Following up from the previous obituary for the Far Ultraviolet Spectroscopic Explorer (FUSE) I thought I'd start to discuss one way in which FUSE advanced the scientific topic I study most: starburst driven superwinds.
FUSE observations of starburst galaxies and superwinds yielded many important results, although they generated as many questions as they answered. In particular the 1032 and 1038 Angstrom doublet of the O VI ion (five times ionized oxygen, O^5+). This coronal phase gas could be used to measure the velocity and amount of material at a temperature of about 300,000 K (3e5 K), gas far hotter than the 10,000 K gas seen in Hubble observations of superwinds (this latter gas phase is technically termed warm ionized gas to differentiate it from the hotter ionized phases detected with O VI or X-rays).
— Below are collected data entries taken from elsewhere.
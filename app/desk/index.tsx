import { DeskScreen } from '@/components/desk/DeskScreen';

export default DeskScreen;
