/** The Desk (editors): my drafts, drafts waiting for my review, recently published. */
import { Router } from 'express';
import type { Allow } from '../policies';
import type { Entries } from '../services/entries';

export function deskRoutes(allow: Allow, entries: Entries): Router {
  const r = Router();
  r.get('/desk', allow('desk.read'), async (req, res) => {
    res.set('Cache-Control', 'no-store').json(await entries.desk(req.user!));
  });
  return r;
}
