/** Drafts (editors): write, save with optimistic locking, submit, approve (never one's own), send back. */
import { Router, type Request } from 'express';
import { z } from 'zod';
import type { EntryContent } from '../../shared/entries/schema';
import { MAX_MARKDOWN_NESTING, markdownNesting } from '../http/depth';
import { fieldsError } from '../http/errors';
import { validate } from '../http/validate';
import type { Allow } from '../policies';
import { approveSchema, createDraftSchema, sendBackSchema, submitSchema, updateDraftSchema, validateSized, type Entries } from '../services/entries';

const idParams = z.object({ id: z.coerce.number().int().min(1, 'a draft id (a positive whole number)').max(4_294_967_295) });

/**
 * The Markdown sections are rendered on the server once published (services/render.ts), by a
 * pipeline that recurses per level: a draft nesting quotes or lists deeper than any text needs is
 * refused when saved, naming the field, rather than failing every later read of the version.
 */
function checkMarkdownNesting(content: EntryContent): void {
  const sections: [string, string][] = [
    ['inBrief', content.inBrief],
    ['howItIsPitched', content.howItIsPitched],
    ['whyItFails', content.whyItFails],
    ['whatFakesTheEffect', content.whatFakesTheEffect],
    ['cautions', content.cautions],
    ...content.repliesAndAnswers.flatMap((x, i): [string, string][] => [
      [`repliesAndAnswers.${i}.reply`, x.reply],
      [`repliesAndAnswers.${i}.answer`, x.answer],
    ]),
  ];
  const fields: Record<string, string> = {};
  for (const [name, text] of sections) {
    if (text && markdownNesting(text) > MAX_MARKDOWN_NESTING) fields[`body.content.${name}`] = `quotes or lists nested more than ${MAX_MARKDOWN_NESTING} levels deep`;
  }
  if (Object.keys(fields).length) throw fieldsError('too_deep', fields);
}

export function draftRoutes(allow: Allow, entries: Entries, origin: (req: Request) => string): Router {
  const r = Router();

  r.post('/drafts', allow('drafts.create'), async (req, res) => {
    const { slug, content } = validateSized(createDraftSchema, req.body ?? {}, 'body');
    checkMarkdownNesting(content as EntryContent);
    res.status(201).json({ draft: await entries.createDraft(req.user!, slug, content as EntryContent) });
  });

  r.get('/drafts/:id', allow('drafts.read'), async (req, res) => {
    const { id } = validate(idParams, req.params, 'params');
    res.set('Cache-Control', 'no-store').json({ draft: await entries.getDraft(id) });
  });

  r.put('/drafts/:id', allow('drafts.update'), async (req, res) => {
    const { id } = validate(idParams, req.params, 'params');
    const { content, lockVersion } = validateSized(updateDraftSchema, req.body ?? {}, 'body');
    checkMarkdownNesting(content as EntryContent);
    res.json({ draft: await entries.updateDraft(req.user!, id, content as EntryContent, lockVersion) });
  });

  r.post('/drafts/:id/submit', allow('drafts.submit'), async (req, res) => {
    const { id } = validate(idParams, req.params, 'params');
    const { lockVersion } = validate(submitSchema, req.body ?? {}, 'body');
    res.json({ draft: await entries.submit(req.user!, id, lockVersion, origin(req)) });
  });

  r.post('/drafts/:id/approve', allow('drafts.approve'), async (req, res) => {
    const { id } = validate(idParams, req.params, 'params');
    const { changeNote } = validateSized(approveSchema, req.body ?? {}, 'body');
    const { slug, version } = await entries.approve(req.user!, id, changeNote, origin(req));
    res.json(await entries.read(slug, version));
  });

  r.post('/drafts/:id/send-back', allow('drafts.sendBack'), async (req, res) => {
    const { id } = validate(idParams, req.params, 'params');
    const { reason } = validateSized(sendBackSchema, req.body ?? {}, 'body');
    res.json({ draft: await entries.sendBack(req.user!, id, reason, origin(req)) });
  });

  return r;
}
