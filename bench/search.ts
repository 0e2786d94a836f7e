/**
 * `npm run bench:search`: speed and typo tolerance of the full-text index (server/search/index.ts)
 * at 10,000 entries, printed beside MariaDB's own FULLTEXT index on the same text (figures only,
 * never asserted).
 *
 * In one run:
 *  1. a throwaway MariaDB (temp datadir, free port; never .data/), migrated, with the taxonomy and
 *     the demo accounts (authors and reviewers of the versions);
 *  2. a SYNTHETIC library of 10,000 published entries (bench/search/synthetic.ts: seeded PRNG,
 *     physics vocabulary; titles "Synthetic entry NNNNN: …", slugs "synthetic-NNNNN-…"), inserted
 *     in bulk into entries / entry_versions / entry_laws, and the same text into a bench table
 *     `bench_fulltext` with a FULLTEXT(title, body) index;
 *  3. the SearchIndex build: reading the entries from MariaDB, building the index from the rows
 *     read (time, heap), and the first build as the app runs it (pages read and indexed in slices);
 *  4. 1,000 queries of 2–5 distinctive words of a target entry, 30 % with typing errors, in process
 *     through SearchIndex.search (what GET /api/search computes: the ranked page of 20, the total
 *     and the facets; also timed: SearchIndex.query, every hit ranked, and the page with its
 *     excerpts and reader words) and through MATCH … AGAINST (natural language mode, top 20) on
 *     one connection: latency percentiles, their ratio, and how often the target comes first;
 *  5. claim-check latency at 10,000 entries (bench/claim-latency.ts);
 *  6. the real app (createApp, in a child process): how soon its first /api/search answers (and
 *     when its answer is complete), then autocannon, 32 connections × 10 s, on /api/search with
 *     those queries and on /api/health;
 *  7. the aims, each "met" or "not met".
 * mariadbd is stopped and the temp dir removed at the end, on error and on Ctrl-C.
 */
import { fork, spawn, type ChildProcess } from 'node:child_process';
import os from 'node:os';
import path from 'node:path';
import autocannon from 'autocannon';
import type { Sequelize } from 'sequelize';
import type { MariaDbServer } from '../server/db/mariadb';
import { ConservationLaw, Entry, EntryLaw, EntryVersion, MechanismClass, User } from '../server/models';
import { searchResult } from '../server/presenters/search';
import { SearchIndex } from '../server/search';
import { loadEntries, loadSynonyms } from '../server/search/load';
import { normaliseTerm, plainText } from '../server/search/normalise';
import { entryContentSchema } from '../shared/entries/schema';
import { AIM_CLAIM_P95_MS, benchClaimLatency } from './claim-latency';
import { startBenchDatabase } from './db';
import { generateLibrary, makeQueries, type BenchQuery } from './search/synthetic';
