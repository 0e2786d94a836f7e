import { render, screen } from '@testing-library/react';
import { Notice, toneOf, type NoticeTone } from './Notice';
import { ErrorNotice } from './ErrorNotice';
import { ApiError } from '../http/client';

const tones: NoticeTone[] = ['success', 'empty', 'warning', 'error'];

describe('Notice', () => {
  it.each([
    ['success', 'Done', 'status'],
    ['empty', 'Nothing here yet', null],
    ['warning', 'Note', null],
    ['error', 'Problem', 'alert'],
  ] as const)('a %s notice says "%s" before its title and has role %s', (tone, word, role) => {
    render(<Notice tone={tone} testID="n" title="The title." />);
    const notice = screen.getByTestId('n');
    expect(notice.getAttribute('data-tone')).toBe(tone);
    expect(notice.getAttribute('role')).toBe(role);
    expect(screen.getByTestId('n-tone').textContent).toBe(`${word}: `);
    expect(notice.textContent).toBe(`${word}: The title.`);
  });

  it('draws a different mark for each tone (not colour alone)', () => {
    const marks = tones.map((tone) => {
      const { container, unmount } = render(<Notice tone={tone} title="t" />);
      const svg = container.querySelector(`[data-testid="notice-mark-${tone}"]`);
      expect(svg).not.toBeNull();
      const shape = svg!.innerHTML.replace(/(stroke|fill)="[^"]*"/g, '');
      unmount();
      return shape;
    });
    expect(new Set(marks).size).toBe(tones.length);
  });

  it('is an error when it is an alert and no tone is given, a warning otherwise', () => {
    expect(toneOf(undefined, 'alert')).toBe('error');
    expect(toneOf(undefined, undefined)).toBe('warning');
    expect(toneOf('empty', undefined)).toBe('empty');
    render(<Notice role="alert" testID="n" title="Failed." />);
    expect(screen.getByTestId('n').getAttribute('data-tone')).toBe('error');
  });

  it('keeps an error an alert and a success a status whatever role is asked for', () => {
    const { unmount } = render(<Notice tone="error" role="status" testID="n" title="t" />);
    expect(screen.getByTestId('n').getAttribute('role')).toBe('alert');
    unmount();
    render(<Notice tone="success" role="alert" testID="n" title="t" />);
    expect(screen.getByTestId('n').getAttribute('role')).toBe('status');
  });
});

describe('ErrorNotice', () => {
  it('is an error notice', () => {
    render(<ErrorNotice testID="e" error={new ApiError(500, 'internal', 'It broke.')} what="the list" onRetry={() => {}} />);
    expect(screen.getByTestId('e').getAttribute('data-tone')).toBe('error');
    expect(screen.getByTestId('e').getAttribute('role')).toBe('alert');
  });
});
Although 3e5 K is still much cooler than the temperature of the X-ray emitting gas in superwinds (which has temperatures of several times 1e6 to several times 1e7 K)
, this is still the hottest gas for which the velocity in a superwind has been measured.
The standard theoretical model for superwinds predicts that the hotter the gas phase the higher its outflow velocity. This is because it is the gas thermal pressure and ram pressure-driven expansion of the hottest material (the merged supernova and stellar wind ejecta) that sweeps up and accelerates the cooler ambient gas clouds that are seen in optical observations of superwinds. As this acceleration process is imperfect the cooler material is never accelerated to the same velocity as the hot gas.
In other theoretical models for superwinds, for example radiation-pressure driven winds or cosmic-ray driven winds, this specific variation of outflow velocity with temperature is not expected. Thus measurements of the outflow velocity of different gas phases at different temperatures can be used as a test of our theories of how superwinds are created and how they work physically.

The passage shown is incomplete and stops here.